Ao mesmo tempo, os processos de modernização trouxeram "um grupo de pobres
em forte expansão", comenta Luís Capucha: às minorias étnicas tradicionais
(ciganos e africanos lusófonos) juntam-se agora um novo grupo de minorias
étnicas, acrescenta Rogério Roque Amaro, investigador do ISCTE, autor de
"A luta contra a pobreza e a exclusão social em Portugal". Este fenómeno
mais recente povoa, sobretudo, espaços urbanos e suburbanos degradados e
tem tendência a criar novas tensões sociais, sublinha.
O processo de modernização trouxe também mudanças ao nível das estruturas
familiares: as famílias monoparentais femininas são outra categoria em
crescimento, têm pouca formação e dificuldades acrescidas para entrar no
mercado de trabalho. Em todos os indicadores de pobreza, as mulheres
tendem a ser mais vulneráveis do que os homens, refere Luís Capucha.
"Peças de xadrez"
Ao mesmo tempo, a forma como se pretende fazer face ao problema da pobreza
nem sempre é a mais indicada. Rogério Roque Amaro cita o mau exemplo dos
processos de realojamento em Portugal. "Continuam a fazer-se com base em
critérios técnicos e não sociais", o que ajuda a agravar os problemas das
zonas desfavorecidas, defende. Os erros do passado repetem-se: as zonas de
realojamento continuam a ser estigmatizadas por letras que denunciam a
falta de identidade dos locais ("N1, B2...") e, acima de tudo, ignora-se
todo o trabalho social feito nos locais de barracas e transferem-se as
pessoas apenas de acordo com a correspondência entre as tipologias de
apartamentos (T1, T2, T3) e as dimensões das famílias. Resultado:
quebram-se todas as redes de vizinhança e associativismo e desenraízam-se
as pessoas. Não é, portanto, de estranhar que algumas pessoas digam que se
sentiam mais felizes nos locais onde estavam, em barracas, do que nos
novos blocos onde são depositados, comenta Roque Amaro. A melhoria
aparente das condições de habitabilidade dá lugar à degradação dos
ambientes sociais e ao aumento do estigma destes espaços.

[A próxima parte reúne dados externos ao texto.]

/**
 * Parameter covariance of a weighted least-squares fit, C = (JᵀWJ)⁻¹, where J is the Jacobian of the
 * weighted residuals r_i = (model_i − measured_i)/u_i (so W is already folded into J).
 * Computed through a singular value decomposition of the column-equilibrated J (ml-matrix) rather than by
 * forming and inverting JᵀJ, which would square the condition number (Björck 1996, "Numerical Methods for
 * Least Squares Problems", §1.4 and §2.7).
 */
import { Matrix, SingularValueDecomposition } from 'ml-matrix';

/** Ratio of smallest to largest singular value of the equilibrated Jacobian below which it is treated as singular. */
export const SINGULAR_VALUE_RATIO_LIMIT = 1e-10;

export interface CovarianceEstimate {
  /** (JᵀWJ)⁻¹: the covariance if the stated uncertainties u_i are absolute. Null when J is singular. */
  unscaled: number[][] | null;
  /** (JᵀWJ)⁻¹ · χ²/ν: the covariance if the uncertainties are only relative. Null when J is singular or ν = 0. */
  scaled: number[][] | null;
  /** Smallest / largest singular value of the column-equilibrated Jacobian (1 = perfectly conditioned). */
  singularValueRatio: number;
  singular: boolean;
}

/** Covariance of the parameters from the weighted-residual Jacobian (n rows × p columns), χ² and degrees of freedom. */
export function covarianceFromJacobian(jacobian: readonly (readonly number[])[], chi2: number, dof: number): CovarianceEstimate {
  const n = jacobian.length;
  const p = n > 0 ? jacobian[0].length : 0;
  if (n === 0 || p === 0) throw new RangeError('covarianceFromJacobian: the Jacobian is empty');
  // Scale each column to unit norm so the singular-value test does not depend on the parameters' units.
  const columnNorms = new Array<number>(p).fill(0);
  for (const row of jacobian) {
    if (row.length !== p) throw new RangeError('covarianceFromJacobian: Jacobian rows differ in length');
    for (let k = 0; k < p; k++) columnNorms[k] += row[k] * row[k];
  }
  for (let k = 0; k < p; k++) columnNorms[k] = Math.sqrt(columnNorms[k]);
  if (n < p || columnNorms.some((norm) => !(norm > 0) || !Number.isFinite(norm))) {
    return { unscaled: null, scaled: null, singularValueRatio: 0, singular: true };
  }
  const scaled = new Matrix(n, p);
  for (let i = 0; i < n; i++) for (let k = 0; k < p; k++) scaled.set(i, k, jacobian[i][k] / columnNorms[k]);
  const svd = new SingularValueDecomposition(scaled, { computeLeftSingularVectors: false });
  const s = svd.diagonal;
  const sMax = Math.max(...s);
  const sMin = Math.min(...s);
  const singularValueRatio = sMax > 0 ? sMin / sMax : 0;
  if (!(singularValueRatio >= SINGULAR_VALUE_RATIO_LIMIT)) {
    return { unscaled: null, scaled: null, singularValueRatio, singular: true };
  }
  // (AᵀA)⁻¹ = V S⁻² Vᵀ for A = J D⁻¹, then C = D⁻¹ (AᵀA)⁻¹ D⁻¹ with D = diag(column norms).
  const v = svd.rightSingularVectors;
  const unscaled: number[][] = [];
  for (let a = 0; a < p; a++) {
    const row: number[] = [];
    for (let b = 0; b < p; b++) {
      let sum = 0;
      for (let k = 0; k < p; k++) sum += (v.get(a, k) * v.get(b, k)) / (s[k] * s[k]);
      row.push(sum / (columnNorms[a] * columnNorms[b]));
    }
    unscaled.push(row);
  }
  const factor = dof > 0 ? chi2 / dof : NaN;
  const scaledCovariance = dof > 0 ? unscaled.map((row) => row.map((c) => c * factor)) : null;
  return { unscaled, scaled: scaledCovariance, singularValueRatio, singular: false };
}

/** Standard errors: square roots of the covariance diagonal. */
export function standardErrorsFromCovariance(covariance: readonly (readonly number[])[]): number[] {
  return covariance.map((row, k) => Math.sqrt(row[k]));
}

/** Correlation matrix ρ_ab = C_ab / √(C_aa C_bb). */
export function correlationFromCovariance(covariance: readonly (readonly number[])[]): number[][] {
  const se = standardErrorsFromCovariance(covariance);
  return covariance.map((row, a) => row.map((c, b) => (a === b ? 1 : c / (se[a] * se[b]))));
}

No realojamento de pessoas oriundas de bairros-problema pretende-se muitas
vezes apenas dispersar, "a salada russa sem critérios", sem dar ouvidos
aos técnicos no terreno, dá lugar, por exemplo, à transferência para o
mesmo local de grupos rivais, que nos seus locais tinham os seus
territórios de tráfico de droga, e ao aumento de violência. "Tratam-se as
pessoas como peças de xadrez".
"Estes processos são decisões de gabinete" envoltas em secretismo com
receio de aumentar as reivindicações das populações, reforça Roque Amaro.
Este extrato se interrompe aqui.